Below are the records; collect from them each line containing the string "title".

--- Source material ---

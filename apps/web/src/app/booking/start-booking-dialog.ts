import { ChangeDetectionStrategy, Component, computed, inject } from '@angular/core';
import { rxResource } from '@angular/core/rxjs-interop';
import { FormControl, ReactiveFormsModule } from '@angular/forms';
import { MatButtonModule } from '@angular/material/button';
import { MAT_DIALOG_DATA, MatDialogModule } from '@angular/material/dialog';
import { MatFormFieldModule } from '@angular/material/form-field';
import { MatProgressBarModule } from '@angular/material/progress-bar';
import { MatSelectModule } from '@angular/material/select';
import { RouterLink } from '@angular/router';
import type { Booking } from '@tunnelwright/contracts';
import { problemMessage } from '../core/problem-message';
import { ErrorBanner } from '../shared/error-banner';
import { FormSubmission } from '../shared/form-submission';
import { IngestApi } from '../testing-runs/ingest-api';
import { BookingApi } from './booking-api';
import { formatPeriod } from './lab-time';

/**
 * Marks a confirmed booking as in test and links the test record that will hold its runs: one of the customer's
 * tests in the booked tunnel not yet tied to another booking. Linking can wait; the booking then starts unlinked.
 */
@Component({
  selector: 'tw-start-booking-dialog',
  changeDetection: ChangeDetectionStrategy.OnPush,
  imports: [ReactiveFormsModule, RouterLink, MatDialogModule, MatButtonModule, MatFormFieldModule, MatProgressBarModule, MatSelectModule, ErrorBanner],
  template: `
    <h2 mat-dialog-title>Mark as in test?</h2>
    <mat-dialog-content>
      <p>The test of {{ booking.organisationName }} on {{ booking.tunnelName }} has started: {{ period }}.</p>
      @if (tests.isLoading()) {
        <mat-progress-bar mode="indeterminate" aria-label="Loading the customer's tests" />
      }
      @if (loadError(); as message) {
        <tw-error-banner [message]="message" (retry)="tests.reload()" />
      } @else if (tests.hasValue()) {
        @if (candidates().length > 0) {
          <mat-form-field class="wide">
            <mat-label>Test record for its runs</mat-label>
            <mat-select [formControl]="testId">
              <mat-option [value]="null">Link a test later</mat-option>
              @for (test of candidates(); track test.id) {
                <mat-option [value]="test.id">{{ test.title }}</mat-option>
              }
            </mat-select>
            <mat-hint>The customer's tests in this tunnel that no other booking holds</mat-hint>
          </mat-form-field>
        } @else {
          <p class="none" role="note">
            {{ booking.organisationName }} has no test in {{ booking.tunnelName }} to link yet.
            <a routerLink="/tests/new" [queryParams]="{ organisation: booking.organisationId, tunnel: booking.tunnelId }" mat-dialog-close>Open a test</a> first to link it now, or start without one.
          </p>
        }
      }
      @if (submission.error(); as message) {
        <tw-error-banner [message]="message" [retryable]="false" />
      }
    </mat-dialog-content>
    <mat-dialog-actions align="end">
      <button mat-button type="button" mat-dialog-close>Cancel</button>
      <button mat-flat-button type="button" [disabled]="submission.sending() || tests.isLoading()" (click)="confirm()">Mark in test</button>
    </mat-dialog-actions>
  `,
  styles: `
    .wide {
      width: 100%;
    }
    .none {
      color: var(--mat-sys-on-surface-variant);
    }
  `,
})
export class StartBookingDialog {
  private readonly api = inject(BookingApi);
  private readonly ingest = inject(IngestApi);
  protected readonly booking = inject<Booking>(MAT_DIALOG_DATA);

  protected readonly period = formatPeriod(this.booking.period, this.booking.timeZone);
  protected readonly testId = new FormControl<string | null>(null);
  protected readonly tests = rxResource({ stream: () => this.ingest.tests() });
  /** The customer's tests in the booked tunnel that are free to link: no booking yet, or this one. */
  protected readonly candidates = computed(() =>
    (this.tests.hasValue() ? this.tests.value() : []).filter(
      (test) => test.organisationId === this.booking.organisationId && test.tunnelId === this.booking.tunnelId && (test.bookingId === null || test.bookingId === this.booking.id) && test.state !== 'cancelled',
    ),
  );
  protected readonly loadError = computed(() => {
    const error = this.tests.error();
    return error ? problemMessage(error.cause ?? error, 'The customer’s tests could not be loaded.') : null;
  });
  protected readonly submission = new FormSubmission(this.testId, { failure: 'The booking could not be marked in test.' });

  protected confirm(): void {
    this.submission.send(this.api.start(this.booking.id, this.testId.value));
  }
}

---

Result of the exercise =>
    <h2 mat-dialog-title>Mark as in test?</h2>
                <mat-option [value]="test.id">{{ test.title }}</mat-option>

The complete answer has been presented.